*TASK REQUIREMENTS*:
Please copy every line from the following entries in which the word "studies" appears.

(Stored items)
────────────────────
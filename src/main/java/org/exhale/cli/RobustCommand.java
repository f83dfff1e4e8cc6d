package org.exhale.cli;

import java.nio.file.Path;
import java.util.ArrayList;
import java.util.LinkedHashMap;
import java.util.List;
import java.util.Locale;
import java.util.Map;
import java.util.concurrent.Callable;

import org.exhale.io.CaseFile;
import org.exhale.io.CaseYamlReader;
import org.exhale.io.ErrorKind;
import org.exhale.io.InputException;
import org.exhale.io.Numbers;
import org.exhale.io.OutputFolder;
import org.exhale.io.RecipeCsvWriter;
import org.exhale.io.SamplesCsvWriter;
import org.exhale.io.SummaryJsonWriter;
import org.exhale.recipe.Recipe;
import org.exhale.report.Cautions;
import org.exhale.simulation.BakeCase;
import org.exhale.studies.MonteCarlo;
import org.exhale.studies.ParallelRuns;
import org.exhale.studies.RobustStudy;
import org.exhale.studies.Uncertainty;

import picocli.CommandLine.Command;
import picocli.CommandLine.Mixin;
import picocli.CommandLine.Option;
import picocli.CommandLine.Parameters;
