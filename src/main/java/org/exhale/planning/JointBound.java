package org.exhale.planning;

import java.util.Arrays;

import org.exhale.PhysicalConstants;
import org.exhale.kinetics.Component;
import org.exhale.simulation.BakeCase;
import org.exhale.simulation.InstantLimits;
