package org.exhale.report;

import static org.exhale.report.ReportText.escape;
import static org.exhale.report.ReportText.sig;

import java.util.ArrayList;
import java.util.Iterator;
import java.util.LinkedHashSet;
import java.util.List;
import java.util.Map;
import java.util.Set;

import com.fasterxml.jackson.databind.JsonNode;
────────────────────
*SOLUTION*:
import org.exhale.studies.MonteCarlo;
import org.exhale.studies.ParallelRuns;
import org.exhale.studies.RobustStudy;
import org.exhale.studies.Uncertainty;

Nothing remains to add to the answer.